Motor running above max temp for decades? 6

[Skogsgurra]

Now this:

A compressor motor was installed in 1972. A 1600 kW 3 kV asynchronous motor. It is fed from its own transformer, 20/3 kV 2 MVA and 7 percent uk.

The motors have always been equipped with Pt100 temperature transducers but these have been connected to a not-so-reliable temperature indicator and no-one really cared what they said. The temperatures seemed to be in the 90 - 95 centigrades region most of the time.

Now, the indicator system has been replaced with a new one and everything has been checked out. The temperature is now rising to 140 C within one hour and still increasing. The isolation class is B (yes, old machine) so the people closed the machine down and yelled for help.

Checked cooling, heat exchanger, motor voltage, symmetry, distortion, slip, current consumption - I think everything. All OK.

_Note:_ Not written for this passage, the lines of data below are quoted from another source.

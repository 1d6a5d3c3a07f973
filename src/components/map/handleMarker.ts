import { divIcon, marker, type LatLngTuple, type Marker } from 'leaflet'

/** A small square on a corner: only to be seen, so it takes neither clicks nor focus. */
export function handleMarker(at: LatLngTuple, className: string): Marker {
  return marker(at, {
    icon: divIcon({ className, iconSize: [8, 8] }),
    interactive: false,
    keyboard: false,
    zIndexOffset: 600,
  })
}
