import type { Hatch } from './hatches.ts'

/** Drawn larger than shown, so that screens of many pixels have a fine one. */
const OVERSAMPLE = 2

interface Tile { size: number; ink: string; forced: string; turn: number; draw(brush: CanvasRenderingContext2D): void }

const upright = (x: number, height: number, width: number) => (brush: CanvasRenderingContext2D): void => {
  brush.lineWidth = width
  brush.beginPath()
  brush.moveTo(x, 0)
  brush.lineTo(x, height)
  brush.stroke()
}

/** The same hatches as MapPatterns.vue has for blocks that are elements. */
const TILES: Record<Hatch, Tile> = {
  foliar: {
    size: 9, ink: '--elder', forced: 'CanvasText', turn: 0,
    draw(brush) {
      for (const at of [2.5, 7]) {
        brush.beginPath()
        brush.arc(at, at, 1.05, 0, 2 * Math.PI)
        brush.fill()
      }
    },
  },
  drench: { size: 6.5, ink: '--woad', forced: 'LinkText', turn: 0, draw: upright(3, 6.5, 1.3) },
  hold: { size: 7, ink: '--madder', forced: 'Mark', turn: 45, draw: upright(3.5, 7, 1.8) },
}

/** A hatch for a canvas, in the ink of the page's light; null where the browser lends no canvas. @param host an element with the page's tokens. */
export function canvasHatch(host: HTMLElement, hatch: Hatch): CanvasPattern | null {
  const { size, ink, forced, turn, draw } = TILES[hatch]
  const tile = document.createElement('canvas')
  tile.width = tile.height = size * OVERSAMPLE
  const brush = tile.getContext('2d')
  if (brush === null) return null
  brush.scale(OVERSAMPLE, OVERSAMPLE)
  brush.fillStyle = brush.strokeStyle = window.matchMedia('(forced-colors: active)').matches ? forced : getComputedStyle(host).getPropertyValue(ink).trim()
  draw(brush)
  const pattern = brush.createPattern(tile, 'repeat')
  pattern?.setTransform(new DOMMatrix().rotate(turn).scale(1 / OVERSAMPLE))
  return pattern
}
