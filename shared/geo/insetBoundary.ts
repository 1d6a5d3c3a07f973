import { buffer } from '@turf/turf'
import type { Boundary } from './geometryTypes.ts'

/**
 * The ground of an outline that lies farther in than a distance, as drawn.
 * @param metres above 0. @returns null where no ground lies that far in.
 * @throws {RangeError} if the distance is not above 0.
 * @source turf's buffer on a plane about the geometry's middle, as `bufferPlace` uses it.
 */
export function insetBoundary(geometry: Boundary, metres: number): Boundary | null {
  if (!(metres > 0) || !Number.isFinite(metres)) throw new RangeError(`metres must be above 0, is ${metres}`)
  const inset = buffer(geometry, -metres, { units: 'meters' })?.geometry as Boundary | undefined
  return inset === undefined || inset.coordinates.length === 0 ? null : inset
}
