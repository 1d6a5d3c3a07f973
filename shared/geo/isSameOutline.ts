import { boundaryParts } from './boundaryParts.ts'
import type { Boundary, Ring } from './geometryTypes.ts'

/** Whether two cleaned boundaries are the same outline, wherever their rings start and in whatever order holes and parts stand. */
export function isSameOutline(a: Boundary, b: Boundary): boolean {
  return writeOut(a) === writeOut(b)
}

function writeOut(geometry: Boundary): string {
  return boundaryParts(geometry)
    .map(([outer = [], ...holes]) => [fromSmallest(outer), ...holes.map(fromSmallest).sort()].join('|'))
    .sort()
    .join('#')
}

/** A ring from its smallest corner on. */
function fromSmallest(ring: Ring): string {
  const corners = ring.slice(0, -1).map(([lon, lat]) => `${lon},${lat}`)
  const smallest = corners.reduce((best, corner, index) => (corner < (corners[best] ?? '') ? index : best), 0)
  return [...corners.slice(smallest), ...corners.slice(0, smallest)].join(' ')
}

The conclusion is that the motor probably has been running quite hot before the change of temperature indicators - but no-one knew. My question: Is it at all possible to run a class B motor for years at temperatures close to or slightly above 150 C?

(Yes, I know about the halfing for each 8 - 10 C increase in temperature. It is not that part of the problem I am trying to grasp. The question is more like this: are there any "magic limits" that makes a vintage class B insulation break down very quickly or do we still follow the "2exp(-T/10)" law?

In other words: Is it probable that the motor has been running 20 - 30 C above rated temperature for many years?

 

[electricpete]

We don't have any really old motors but it seems to be a common war story told by old-timer electicians that where they used to work they abused their motors and never maintained them and never had any problems.

Early 1970's vintage would possibly be asphaltic based insulation. If heated I believe it will become puffy, so inspection may tell.

Temperature rating for class B hotspot (which should be RTD) is in fact 130C (140C for 1.15 SF).

So when you were at 140C that was the SF temperature. How much higher we don't know. Clearly continuous loading at this temperature is beyond the design or normal practice. But sometimes equipment does tolerate abuse pretty well.

Bottom line after all that rambling - who knows! It's certainly possible.

One question - did they double check the rtd measurment setup - proper for 3-wire RTD if applicable. If you don't compensate for lead length temperature can read much hotter than actual.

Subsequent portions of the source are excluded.